[[ Exercise materials open ]]

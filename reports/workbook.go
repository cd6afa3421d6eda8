package reports

import (
	"archive/zip"
	"fmt"
	"io"
	"math"
	"sort"
	"strconv"
	"strings"
	"time"
	"unicode/utf8"

	"github.com/xuri/excelize/v2"
)

// Workbooks (the WriteXLSX methods) are built by one small builder shared
// by every view:
//
//	b := newWorkbook(&v.Header, "advice per condition")
//	s := b.sheet("Advice", "title line", column{"condition", textCell}, column{"cost (EUR)", moneyCell})
//	s.add("sound", 13677.52)      // one row: strings are text, float64 and int numbers
//	s.add("worn", marked{250.0})  // a cell bold on a tint, which a note explains
//	s.note("Thresholds: ...")     // a wrapped line below the table
//	b.assumptions(facts)          // the Assumptions sheet, always last
//	return b.write(w)
//
// Every sheet starts with the caution (row 1, merged and wrapped), a title
// (row 2) and the column headings (row 3), frozen above the data. Numbers
// are written as numbers with the number format of their column's kind;
// text is written as text, never as a formula. Errors are sticky: the
// first one stops the building and write returns it.

// workbookDate is the created and modified date of every workbook and of
// every entry of its ZIP archive: the earliest date a ZIP entry can carry,
// so that the same inputs give the same bytes; the Assumptions sheet names
// the fixpoint version and the config's SHA-256 instead of a date.
const workbookDate = "1980-01-01T00:00:00Z"

var workbookTime = time.Date(1980, 1, 1, 0, 0, 0, 0, time.UTC)

// datedZip writes the archive of a workbook with every entry dated
// workbookTime (excelize's own writer leaves the date out, which strict
// readers take for an invalid date).
type datedZip struct{ *zip.Writer }

func (z datedZip) Create(name string) (io.Writer, error) {
	return z.CreateHeader(&zip.FileHeader{Name: name, Method: zip.Deflate, Modified: workbookTime})
}

// cellKind says how a number is shown (its number format) and how wide
// its column must be.
type cellKind int

const (
	textCell    cellKind = iota
	moneyCell            // an amount of the model's currency: its ISO 4217 minor unit, thousands grouped
	percentCell          // a rate or a share: 0.00%
	rateCell             // a located rate (switch points): 0.0000%
	factorCell           // a discount factor: six decimals
	countCell            // expected units: two decimals, thousands grouped
	periodsCell          // a duration in periods or years: one decimal
	intCell              // a whole number
	sciCell              // a tolerance, gap or residual: 0.00E+00
	priceCell            // a budget price (present value per currency unit of budget): three decimals
	numberCell           // any other number: General
	numKinds
)

// numberFormat is the number format of kind k; money has moneyDecimals.
func numberFormat(k cellKind, moneyDecimals int) string {
	switch k {
	case moneyCell:
		if moneyDecimals == 0 {
			return "#,##0"
		}
		return "#,##0." + strings.Repeat("0", moneyDecimals)
	case percentCell:
		return "0.00%"
	case rateCell:
		return "0.0000%"
	case factorCell:
		return "0.000000"
	case countCell:
		return "#,##0.00"
	case periodsCell:
		return "0.0"
	case intCell:
		return "0"
	case sciCell:
		return "0.00E+00"
	case priceCell:
		return "#,##0.000"
	}
	return "General"
}

// shown approximates how x prints in kind k, to size its column.
func shown(x float64, k cellKind, moneyDecimals int) string {
	switch k {
	case moneyCell:
		return Money(x, moneyDecimals)
	case percentCell:
		return Percent(x, 2)
	case rateCell:
		return Percent(x, 4)
	case factorCell:
		return Fixed(x, 6)
	case countCell:
		return Money(x, 2)
	case periodsCell:
		return Fixed(x, 1)
	case intCell:
		return Fixed(x, 0)
	case sciCell:
		return "0.00E+00"
	case priceCell:
		return Money(x, 3)
	}
	return strconv.FormatFloat(x, 'g', 10, 64)
}

// column is one column of a sheet: its heading and how its numbers show.
type column struct {
	head string
	kind cellKind
}

// cell is a value with its own kind, for rows whose columns mix kinds
// (the value column of Summary and Assumptions).
type cell struct {
	v    any
	kind cellKind
}

// marked is a cell shown bold on a tint, for a value a note below the
// table explains (a year whose plan changed).
type marked struct{ v any }

// fact is one line of a Summary or Assumptions sheet.
type fact struct {
	item  string
	value any
}

// Layout of every sheet, in rows (1-based) and width units (the width of
// one digit of the default font).
const (
	cautionRow   = 1
	titleRow     = 2
	headRow      = 3
	firstDataRow = 4
	minWidth     = 6.0
	maxWidth     = 60.0
	defaultWidth = 9.14 // a column whose width is not set
	noteWidth    = 100.0
	lineHeight   = 15.0 // points per line of the 11-point font
	titleHeight  = 18.0
	// fontName is the font of every cell: the default font of the
	// spreadsheet template, named on every style so that no reader falls
	// back to another.
	fontName = "Calibri"
	fontSize = 11.0
	// markTint is the fill of a marked cell: the palest colour of the
	// action ramp.
	markTint = "B2D6CC"
)

// workbook is a spreadsheet being built for one view.
type workbook struct {
	f      *excelize.File
	h      *Header
	money  int // decimals of currency amounts
	styles [numKinds]int
	// left are the same styles aligned left, for the value column of the
	// Summary and Assumptions sheets; right is text in a number column;
	// tinted are the styles of marked cells.
	left    [numKinds]int
	tinted  [numKinds]int
	right   int
	wrapped int // wrapped text, top-aligned
	head    int
	title   int
	caution int
	sheets  []*sheet
	err     error
}

// newWorkbook starts a workbook of the view described by h; what names
// the view in the document properties ("advice per condition").
func newWorkbook(h *Header, what string) *workbook {
	f := excelize.NewFile()
	f.SetZipWriter(func(w io.Writer) excelize.ZipWriter { return datedZip{zip.NewWriter(w)} })
	b := &workbook{f: f, h: h, money: MinorUnit(h.Currency)}
	b.try(f.SetDocProps(&excelize.DocProperties{
		Title: h.Model + ": " + what, Subject: what, Creator: "fixpoint", LastModifiedBy: "fixpoint",
		Description: Caution, Language: "en", Created: workbookDate, Modified: workbookDate,
	}))
	b.try(f.SetAppProps(&excelize.AppProperties{Application: "fixpoint"}))
	plain := func() *excelize.Font { return &excelize.Font{Family: fontName, Size: fontSize} }
	bold := func(size float64) *excelize.Font { return &excelize.Font{Family: fontName, Size: size, Bold: true} }
	for k := range numKinds {
		fmtText := numberFormat(k, b.money)
		st := &excelize.Style{Font: plain(), CustomNumFmt: &fmtText, Alignment: &excelize.Alignment{Vertical: "top"}}
		if k == textCell {
			st.CustomNumFmt = nil
		}
		b.styles[k] = b.style(st)
		st.Alignment = &excelize.Alignment{Vertical: "top", Horizontal: "left"}
		b.left[k] = b.style(st)
		st.Alignment = &excelize.Alignment{Vertical: "top"}
		st.Font = bold(fontSize)
		st.Fill = excelize.Fill{Type: "pattern", Pattern: 1, Color: []string{markTint}}
		b.tinted[k] = b.style(st)
	}
	b.right = b.style(&excelize.Style{Font: plain(), Alignment: &excelize.Alignment{Vertical: "top", Horizontal: "right"}})
	b.wrapped = b.style(&excelize.Style{Font: plain(), Alignment: &excelize.Alignment{Vertical: "top", WrapText: true}})
	b.head = b.style(&excelize.Style{
		Font:      bold(fontSize),
		Fill:      excelize.Fill{Type: "pattern", Pattern: 1, Color: []string{"E8EEEC"}},
		Border:    []excelize.Border{{Type: "bottom", Color: "5E6A70", Style: 1}},
		Alignment: &excelize.Alignment{Vertical: "bottom", WrapText: true},
	})
	b.title = b.style(&excelize.Style{Font: bold(12)})
	b.caution = b.style(&excelize.Style{
		Font:      bold(fontSize),
		Fill:      excelize.Fill{Type: "pattern", Pattern: 1, Color: []string{"F7F0DC"}},
		Border:    []excelize.Border{{Type: "left", Color: "B2673E", Style: 5}},
		Alignment: &excelize.Alignment{Vertical: "top", WrapText: true},
	})
	return b
}

func (b *workbook) try(err error) {
	if err != nil && b.err == nil {
		b.err = fmt.Errorf("reports: workbook: %w", err)
	}
}

func (b *workbook) style(s *excelize.Style) int {
	id, err := b.f.NewStyle(s)
	b.try(err)
	return id
}

// sheet is one sheet being written: its columns, the widths its contents
// need and the next free row.
type sheet struct {
	b      *workbook
	name   string
	cols   []column
	widths []float64
	next   int
	// data is the row after the headings (the first data row).
	data int
	// widest caps the width of every column; facts aligns numbers left
	// (a sheet of one figure per row); filter puts a filter on the
	// headings (a long table of one row per period, class and
	// condition).
	widest float64
	facts  bool
	filter bool
	// long are the text cells that may need wrapping; notes the rows of
	// merged notes.
	long  []longText
	notes []longText
}

type longText struct {
	row, col int
	text     string
}

// sheet adds a sheet named name (at most 31 characters, no []:*?/\) with
// the caution, the title and the column headings, frozen above the data.
// A sheet without columns (charts) freezes the caution and the title.
func (b *workbook) sheet(name, title string, cols ...column) *sheet {
	s := &sheet{b: b, name: name, cols: cols, widths: make([]float64, len(cols)), next: firstDataRow, widest: maxWidth}
	if len(cols) == 0 {
		s.next = headRow
	}
	s.data = s.next
	if b.err != nil {
		return s
	}
	if len(b.sheets) == 0 {
		b.try(b.f.SetSheetName("Sheet1", name))
	} else {
		_, err := b.f.NewSheet(name)
		b.try(err)
	}
	b.sheets = append(b.sheets, s)
	s.text(1, cautionRow, "CAUTION: "+Caution, b.caution)
	s.text(1, titleRow, title, b.title)
	for i, c := range cols {
		s.text(i+1, headRow, c.head, b.head)
		s.widths[i] = min(float64(utf8.RuneCountInString(c.head)), 24)
	}
	b.try(b.f.SetRowHeight(name, titleRow, titleHeight))
	// The rows above the data stay in view, and are printed on every
	// page; a printed sheet is one page wide, landscape.
	top, _ := excelize.CoordinatesToCellName(1, s.next)
	b.try(b.f.SetPanes(name, &excelize.Panes{Freeze: true, YSplit: s.next - 1, TopLeftCell: top, ActivePane: "bottomLeft",
		Selection: []excelize.Selection{{SQRef: top, ActiveCell: top, Pane: "bottomLeft"}}}))
	b.try(b.f.SetDefinedName(&excelize.DefinedName{Name: "_xlnm.Print_Titles", Scope: name,
		RefersTo: fmt.Sprintf("%s!$1:$%d", quoteSheet(name), s.next-1)}))
	landscape, wide, tall, fit := "landscape", 1, 0, true
	b.try(b.f.SetPageLayout(name, &excelize.PageLayoutOptions{Orientation: &landscape, FitToWidth: &wide, FitToHeight: &tall}))
	b.try(b.f.SetSheetProps(name, &excelize.SheetPropsOptions{FitToPage: &fit}))
	return s
}

// text writes a text cell (never a formula: excelize stores strings as
// strings, whatever their first character).
func (s *sheet) text(col, row int, v string, style int) {
	b := s.b
	if b.err != nil {
		return
	}
	ref, err := excelize.CoordinatesToCellName(col, row)
	b.try(err)
	b.try(b.f.SetCellStr(s.name, ref, v))
	b.try(b.f.SetCellStyle(s.name, ref, ref, style))
}

// number writes a number cell of kind k; a number that is not finite
// cannot be a spreadsheet number and is written as the text "n/a".
func (s *sheet) number(col, row int, x float64, k cellKind) {
	b := s.b
	if b.err != nil {
		return
	}
	if math.IsNaN(x) || math.IsInf(x, 0) {
		s.text(col, row, "n/a", s.textStyle(k))
		return
	}
	ref, err := excelize.CoordinatesToCellName(col, row)
	b.try(err)
	b.try(b.f.SetCellFloat(s.name, ref, x, -1, 64))
	style := b.styles[k]
	if s.facts {
		style = b.left[k]
	}
	b.try(b.f.SetCellStyle(s.name, ref, ref, style))
}

// textStyle is the style of text in a column of kind k: aligned with the
// numbers of a number column.
func (s *sheet) textStyle(k cellKind) int {
	if k != textCell && !s.facts {
		return s.b.right
	}
	return s.b.styles[textCell]
}

// add writes one row and returns its number. A string is text; a float64
// or an int is a number of the column's kind; a cell carries its own
// kind; a bool is "yes" or "no"; nil leaves the cell empty; marked is
// its value shown bold on a tint.
func (s *sheet) add(vals ...any) int {
	row := s.next
	s.next++
	for i, v := range vals {
		kind := textCell
		if i < len(s.cols) {
			kind = s.cols[i].kind
		}
		m, tint := v.(marked)
		if tint {
			v = m.v
		}
		if c, ok := v.(cell); ok {
			v, kind = c.v, c.kind
		}
		var width float64
		switch x := v.(type) {
		case nil:
			continue
		case bool:
			v := "no"
			if x {
				v = "yes"
			}
			s.text(i+1, row, v, s.textStyle(kind))
			width = float64(len(v))
		case string:
			s.text(i+1, row, x, s.textStyle(kind))
			width = float64(utf8.RuneCountInString(x))
			if width > s.widest {
				s.long = append(s.long, longText{row, i + 1, x})
			}
		case int:
			s.number(i+1, row, float64(x), kind)
			width = float64(len(strconv.Itoa(x)))
		case float64:
			s.number(i+1, row, x, kind)
			width = float64(len(shown(x, kind, s.b.money)))
		default:
			panic(fmt.Sprintf("reports: workbook cell of type %T", v))
		}
		if tint {
			s.tint(i+1, row, kind)
		}
		if i < len(s.widths) {
			s.widths[i] = max(s.widths[i], width)
		}
	}
	return row
}
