"""osculate.plot.profile: panels, flag shading and the 95 % bands."""

import numpy as np
import osculate as osc
import pytest
from matplotlib.collections import FillBetweenPolyCollection, PolyCollection
from osculate import plot
from plot_cases import circle_2d, flagged_2d, helix_3d


def test_profile_panels_share_x_and_carry_units():
    p = plot.profile(helix_3d(), quantities=["speed", "curvature", "torsion", "jerk"])
    labels = [a.get_ylabel() for a in p.axes]
    assert labels == ["speed v [m/s]", "curvature κ [1/m]", "torsion τ [1/m]", "|jerk| [m/s³]"]
    assert p.axes[-1].get_xlabel() == "arc length s [m]"
    assert all(a.get_shared_x_axes().joined(a, p.axes[0]) for a in p.axes)
    p = plot.profile(helix_3d(), x="time", units={"time": "min"})
    assert p.axes[-1].get_xlabel() == "time t [min]"
    assert p.axes[0].get_ylabel() == "speed v [m/min]"


def test_profile_shades_flags_and_names_them():
    k = flagged_2d()
    p = plot.profile(k, x="time")
    names = {t.get_text().split(":")[0] for t in p.figure.legends[0].get_texts()}
    assert {"STOPPED", "STRAIGHT", "EDGE", "GAP", "INVALID", "track a", "track b"} <= names
    # One shading layer per flag named in the legend; the 95 % band is a fill of its own.
    flag_names = names & {f.name for f in osc.Flag}
    shades = [
        c
        for c in p.axes[0].collections
        if isinstance(c, PolyCollection) and not isinstance(c, FillBetweenPolyCollection)
    ]
    assert len(shades) == len(flag_names)
    # The STOPPED shading covers the rest at the start, 0 ≤ t < 3 s, and nothing past t = 3.5.
    stopped = shades[0].get_paths()
    xs = np.concatenate([path.vertices[:, 0] for path in stopped])
    assert xs.min() <= 0.0 + 1e-9 and 2.5 < xs.max() < 3.5
    only = plot.profile(k, flags=osc.Flag.GAP)
    names = {t.get_text().split(":")[0] for t in only.figure.legends[0].get_texts()}
    assert "GAP" in names and "STOPPED" not in names
    bare = plot.profile(k, flags=False, bands=False)
    assert not [c for c in bare.axes[0].collections if isinstance(c, PolyCollection)]
    banded = plot.profile(k, flags=False)  # the standard-error band stays without flags
    fills = [c for c in banded.axes[0].collections if isinstance(c, FillBetweenPolyCollection)]
    assert len(fills) == 1


def test_profile_errors():
    with pytest.raises(osc.InputError, match="x: expected 'arclength' or 'time'"):
        plot.profile(circle_2d(), x="distance")
    with pytest.raises(osc.InputError, match="quantities: expected at least one"):
        plot.profile(circle_2d(), quantities=[])


def test_band_does_not_set_the_axis_limits():
    # A vehicle with stops (tests/test_trust.py): next to each stop the standard error of κ is
    # hundreds of times the value; the curvature panel's limits follow the estimates (the turn's
    # κ = 1/20 m, construction), not the band, which used to stretch them to about ±20 1/m.
    from test_trust import _stop_and_go

    t, x, _, _ = _stop_and_go(np.random.default_rng(1))
    k = osc.kinematics(t, x, method="smooth")
    assert np.nanmax(k.se["curvature"]) > 1.0  # the wide band is there
    p = osc.plot.profile(k, quantities=["curvature"])
    lo, hi = (
        p.axes[0].get_ylim() if isinstance(p.axes, (list, tuple, np.ndarray)) else p.axes.get_ylim()
    )
    assert hi < 0.2 and lo > -0.2, (lo, hi)
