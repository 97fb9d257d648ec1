"""Docstring examples run as doctests; the console script works end to end."""

import doctest
import importlib
import subprocess
import sys

import pytest

MODULES = [
    "osculate.intrinsic",
    "osculate.paths",
    "osculate.reparam",
    "osculate.lineint",
    "osculate.flags",
    "osculate.demo",
    "osculate.report",
    "osculate.geodesy",
    "osculate.accessor",
    "osculate.dask",
    "osculate.plot",
    "osculate.elements",
    "osculate.turns",
]


@pytest.mark.parametrize("name", MODULES)
def test_docstring_examples(name):
    result = doctest.testmod(importlib.import_module(name), optionflags=doctest.ELLIPSIS)
    assert result.attempted > 0
    assert result.failed == 0


def test_demo_command_is_wired():
    # The full run of `osculate demo` (files, ground truth, timing) is in tests/test_demo.py.
    proc = subprocess.run(
        [sys.executable, "-m", "osculate.cli", "demo", "--help"],
        capture_output=True,
        text=True,
        check=True,
        timeout=120,
    )
    assert "--out" in proc.stdout and "report.md" in proc.stdout
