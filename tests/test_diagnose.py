"""osculate.diagnose: which tracks a warning names, and the limits the checks draw.

The checks themselves on realistic data (interleaved objects, millimetres as metres, fd on noisy
logs) are in tests/test_trust.py; here: the track labels in the message, the attributes a
caller can filter on, the plausible-speed limit and the mostly-flagged check.
"""

import warnings

import numpy as np
import osculate as osc
import pytest
from osculate.diagnose import MAX_PLAUSIBLE_SPEED, MOSTLY_FLAGGED, track_names


def test_track_names_shows_five_and_counts_the_rest():
    labels = np.array([f"car-{i}" for i in range(10)])
    assert track_names(labels, np.arange(10) < 7) == "car-0, car-1, car-2, car-3, car-4 and 2 more"
    assert track_names(labels, np.arange(10) >= 5) == "car-5, car-6, car-7, car-8, car-9"
    assert track_names(labels, np.arange(10) == 3) == "car-3"


def straight(speed, n=200, dt=0.1):
    t = np.arange(n) * dt
    return t, np.column_stack([speed * t, 0.01 * np.sin(t)])


def test_the_warning_names_only_the_suspect_track_and_carries_its_position():
    # Two vehicles at 30 m/s; "b" logged in millimetres (30 000 units/s).
    ta, xa = straight(30.0)
    tb, xb = straight(30_000.0)
    with pytest.warns(osc.SuspectDataWarning) as rec:
        osc.kinematics(
            np.concatenate([ta, tb]),
            np.vstack([xa, xb]),
            tracks=np.repeat(["a", "b"], len(ta)),
            method="smooth",
        )
    (w,) = [w.message for w in rec if "units" in str(w.message)]
    assert str(w).startswith("track(s) b: the median speed")
    assert w.tracks.tolist() == [1] and "check the units" in w.reason


@pytest.mark.parametrize(
    "speed, warned", [(0.9 * MAX_PLAUSIBLE_SPEED, False), (1.1 * MAX_PLAUSIBLE_SPEED, True)]
)
def test_the_plausible_speed_limit(speed, warned):
    # The limit is 12 000 length units per second (Earth's escape speed, 11.2 km/s, rounded up:
    # common practice); 10 % either side of it.
    t, x = straight(speed)
    with warnings.catch_warnings(record=True) as rec:
        warnings.simplefilter("always", osc.SuspectDataWarning)
        osc.kinematics(t, x, method="smooth")
    assert any("check the units" in str(w.message) for w in rec) is warned


def test_tracks_mostly_flagged_gap_are_reported():
    # Steps of 0.1, 0.1, 1.0 s repeated: the median step is 0.1 s, every 1 s step is a gap (over
    # gap_factor = 5 medians) and flags the samples on both sides of it: two samples in three,
    # more than MOSTLY_FLAGGED (half). Regular steps: no such warning.
    steps = np.tile([0.1, 0.1, 1.0], 40)
    t = np.concatenate([[0.0], np.cumsum(steps)])
    x = np.column_stack([5.0 * t, np.zeros_like(t)])
    with pytest.warns(osc.SuspectDataWarning, match="more than half of the samples"):
        k = osc.kinematics(t, x, min_speed=0.0)
    assert np.mean(k.flagged(osc.Flag.GAP)) > MOSTLY_FLAGGED
    with warnings.catch_warnings():
        warnings.simplefilter("error", osc.SuspectDataWarning)
        t = np.arange(121) * 0.1
        osc.kinematics(t, np.column_stack([5.0 * t, np.zeros_like(t)]), min_speed=0.0)
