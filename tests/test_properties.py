"""Property-based tests (hypothesis) of osc.kinematics (method "fd", orders 2 and 4), osc.arclength
and osc.derivatives over random 2-D and 3-D paths with uneven times and several tracks.

Where the checks come from. The Frenet apparatus is invariant under rigid motions, covariant under
scaling, and changes in a known way under a mirror or a reversal of direction (invariance of the
Frenet apparatus, any differential geometry text). The finite-difference estimates inherit these
properties exactly in real arithmetic: the Fornberg weights depend only on time differences and
the estimates are linear in the positions (Fornberg, Math. Comp. 51 (1988) 699-706). So every
difference seen here is rounding, and three kinds of check follow:

* transformations that are exact in floating point (negating a coordinate, scaling by a power of
  two, a time shift on a dyadic grid, regrouping rows into tracks) must give identical results;
* inexact ones (a general rotation, scale or time shift, reversal) must agree within a
  first-order rounding-error bound computed per sample from the conditioning of the computation:
  a stencil sum errs by at most (sum of |weights|) x (rounding of data and weights), Higham,
  Accuracy and Stability of Numerical Algorithms (2002) sec. 3.1 (`fd_bounds`), and the error
  propagates through the Frenet formulas by first-order perturbation (`frenet_bounds`);
* identities (unit, orthogonal frame; r'' = a_t T + a_n N) within bounds derived beside them.

`close` also checks that each tolerance is sharp (a small multiple of the rounding level), so no
check here passes whatever the library returns; the paths are well-conditioned by construction
(see `paths`), so none flakes. Observed errors reach 1-25 % of the bounds.
"""

from __future__ import annotations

[[ Exercise materials closed ]]

### Try it
Restate word for word the lines in the material above from the one with "are sticky: the" to the one with "workbook and of"; both of those lines count, and nothing else does.

### Solution to this exercise
// text is written as text, never as a formula. Errors are sticky: the
// first one stops the building and write returns it.

// workbookDate is the created and modified date of every workbook and of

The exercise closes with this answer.